Sphingosine-1-phosphate stimulates colorectal cancer tumor microenvironment angiogenesis and induces macrophage polarization via macrophage migration inhibitory factor.

BACKGROUND: Colorectal cancer (CRC) is the most common gastrointestinal malignancy with extensive reprogramming of sphingolipid metabolism. However, the role and mechanisms of sphingosine-1-phosphate (S1P), a key bioactive molecule in sphingolipid metabolism, remain insufficiently characterized. Therefore, this study integrated multi-omics data to elucidate the characteristics and functions of S1P within the tumor microenvironment (TME) and investigated its role in angiogenesis through in vitro experiments. METHODS: We used bulk RNA sequencing data sets (RNA-seq) to study the prognostic value and clinicopathological characteristics of the increased synthesis of S1P. In order to elucidate the contribution of S1P to the complexity of the tumor microenvironment, we employed intercellular communication analysis and functional enrichment analysis at the single-cell transcriptome (scRNA-seq) level. The expression of Sphingosine kinase 1 (SPHK1) in human tissues was verified by immunohistochemical staining (IHC). Then, we inhibited the synthesis of S1P by suppressing SPHK1 at the cellular level to explore the changes in the pro-angiogenic function of tumor cells and M2-like macrophages, as well as the direction of macrophage polarization. RESULTS: S1P activity is elevated in the TME of CRC, and the increased synthesis of S1P suggests poor prognosis and early metastasis. intercellular communication analysis indicates that high S1P epithelial cells can promote angiogenesis and influence the polarization of tumor-associated macrophages (TAMs) through the macrophage migration inhibitory factor (MIF) pathway. TAMs were grouped according to gene expression patterns, in which, PCLAF+ cluster TAMs showed significantly high S1P activity, contributing to tumor growth and angiogenesis.
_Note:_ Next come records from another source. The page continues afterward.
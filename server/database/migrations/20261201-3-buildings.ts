import { DataTypes } from "sequelize";
import type { Migration } from "../migrate.ts";
import { id, moments, reference } from "./columns.ts";

export const buildingsMigration: Migration = {
  name: "20261201-3-buildings",
  async up(query) {
    await query.createTable("buildings", {
      id,
      farm_id: reference("farms"),
      name: { type: DataTypes.STRING(80), allowNull: false },
      kind: { type: DataTypes.STRING(12), allowNull: false },
      latitude_deg: { type: DataTypes.DOUBLE, allowNull: false },
      longitude_deg: { type: DataTypes.DOUBLE, allowNull: false },
      station_id: {
        type: DataTypes.STRING(40),
        allowNull: true,
        references: { model: "climate_stations", key: "id" },
        onDelete: "SET NULL",
        onUpdate: "CASCADE",
      },
      station_chosen: { type: DataTypes.BOOLEAN, allowNull: false, defaultValue: false },
      version: { type: DataTypes.INTEGER, allowNull: false, defaultValue: 1 },
      survey_core: { type: DataTypes.JSON, allowNull: false },
      surveyed_at: { type: DataTypes.DATE(3), allowNull: false },
      surveyed_by: reference("people", true),
      ...moments,
    });
    await query.createTable("assemblies", {
      id,
      building_id: reference("buildings"),
      part: { type: DataTypes.STRING(10), allowNull: false },
      cover: { type: DataTypes.JSON, allowNull: false },
      ...moments,
    });
    await query.addIndex("assemblies", ["building_id", "part"], {
      unique: true,
      name: "assemblies_building_part",
    });
    await query.createTable("calendars", {
      id,
      building_id: reference("buildings"),
      month: { type: DataTypes.TINYINT, allowNull: false },
      occupied: { type: DataTypes.BOOLEAN, allowNull: false },
      answers: { type: DataTypes.JSON, allowNull: false },
      ...moments,
    });
    await query.addIndex("calendars", ["building_id", "month"], {
      unique: true,
      name: "calendars_building_month",
    });
    await query.createTable("heaters", {
      id,
      building_id: reference("buildings"),
      position: { type: DataTypes.TINYINT, allowNull: false },
      label: { type: DataTypes.STRING(60), allowNull: false },
      answers: { type: DataTypes.JSON, allowNull: false },
      ...moments,
    });
  },
  async down(query) {
    await query.dropTable("heaters");
    await query.dropTable("calendars");
    await query.dropTable("assemblies");
    await query.dropTable("buildings");
  },
};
IHC demonstrated elevated levels of SPHK1 protein expression in CRC tumor tissues. Inhibition of the synthesis of S1P in tumor cells and macrophages suppressed macrophage M2 polarization levels and reversed the pro-angiogenic phenotype by inhibiting VEGFA protein expression. Spatial transcriptomics revealed a correlation between the distribution of SPHK1 and M2-like macrophage. CONCLUSIONS: By integrating multi-omics data and further cellular experiments, we propose that inhibition of S1P may play an important role in inhibiting angiogenesis and reversing M2-type macrophage polarization, demonstrating its anti-tumor efficacy in CRC.